Indeed, the data obtained showed that P. expansum treatment triggers the activation of the PTI, effector-triggered immunity ETI, and phytohormone signaling (Figs. 5b and 6). We found upregulation of the receptor BAK1, its downstream MAPK signaling cascade that involves MEKK1-MKK1/2-MPK4-MKS1, and the target transcription factor WRKY33 (Fig. 6). The same cascade was found to be active also in apple and in Arabidopsis infected with B. cinerea31,87,88, confirming that this signaling cascade is important for host response to necrotrophic pathogens.
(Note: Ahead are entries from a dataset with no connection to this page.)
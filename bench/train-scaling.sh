#!/usr/bin/env bash
# Pulse trains: cost against the pulse count, the steady state of a continuous rate, and the
# full report of a long Poisson train. Builds release and prints wall and CPU seconds (best of
# three) for:
#   - `dynode train bench/train-chain.ron --train-only` at 1 000, 10 000 and 100 000 pulses
#     (periodic, 1 MHz; the steady state of the rate is part of every run);
#   - the same with one pulse: the steady state of a continuous 1 MHz rate and one pulse;
#   - `dynode report bench/spectroscopy.ron` (12 stages, 500 Poisson pulses at 5 kHz).
set -euo pipefail
cd "$(dirname "$0")/.."
cargo build --release --quiet
bin=target/release/dynode
best() {
  local best_wall="" best_cpu=""
  for _ in $(seq "${reps:-3}"); do
    local out
    out=$( { /usr/bin/time -f '%e %U %S' "$@" > /dev/null; } 2>&1 | tail -1)
    local wall cpu
    wall=$(echo "$out" | awk '{ print $1 }')
    cpu=$(echo "$out" | awk '{ print $2 + $3 }')
    best_wall=$(awk -v a="$wall" -v b="${best_wall:-1e99}" 'BEGIN { print (a < b) ? a : b }')
    best_cpu=$(awk -v a="$cpu" -v b="${best_cpu:-1e99}" 'BEGIN { print (a < b) ? a : b }')
  done
  printf '%-58s %8s s wall %8s s CPU\n' "$label" "$best_wall" "$best_cpu"
}
for n in 1 1000 10000 100000; do
  reps=3; [ "$n" -ge 100000 ] && reps=1
  label="train-chain, $n periodic pulses at 1 MHz (--train-only)"
  best "$bin" train bench/train-chain.ron --pulses "$n" --train-only --format json
done
reps=3
label="spectroscopy, full report (500 Poisson pulses at 5 kHz)"
best "$bin" report bench/spectroscopy.ron --format json
label="spectroscopy, check (no train)"
best "$bin" check bench/spectroscopy.ron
We also have evidences of activation of the chitin signaling immunity involving CERK1, a specific chitin receptor, and BIK1 that phosphorylates and activates CNGC2/4 and RbohD to regulate chitin-induced Ca2+ influx and ROS burst, respectively89. Moreover, our analyses also found activation of the jasmonic acid (JA) pathway, also known for its critical role in immunity against necrotrophic pathogens29. Upregulation of the JA biosynthetic pathway was found also in the study of Barad et al.90, which compared to our study, reported also enrichment of other metabolic pathways such as that of mevalonate, flavonoids, glutathione, chorismate, and others; these pathways were also found in our study, but did not pass the threshold of FDR < 0.05, which might reflect the different P. expansum strain used, or the different experimental conditions. Moreover, JA coordinates the defense response against necrotrophic pathogens with ethylene, with several genes found overexpressed in our dataset (Fig. 6). We also found overexpression of genes involved in SA biosynthesis and signaling, although in general SA pathway is known to confer resistance to (hemi-) biotrophic pathogens, but can be also manipulated by necrotroph pathogens to promote disease91. Besides these genes involved in defense response, we also found downregulation of photosynthesis, and biosynthesis of starch and chlorophyll, which is a strategy to free up resources for the defense response and protect the photosynthetic machinery from oxidative damage92, and is in agreement with previous findings of Naets et al. on apples infected with B. cinerea88.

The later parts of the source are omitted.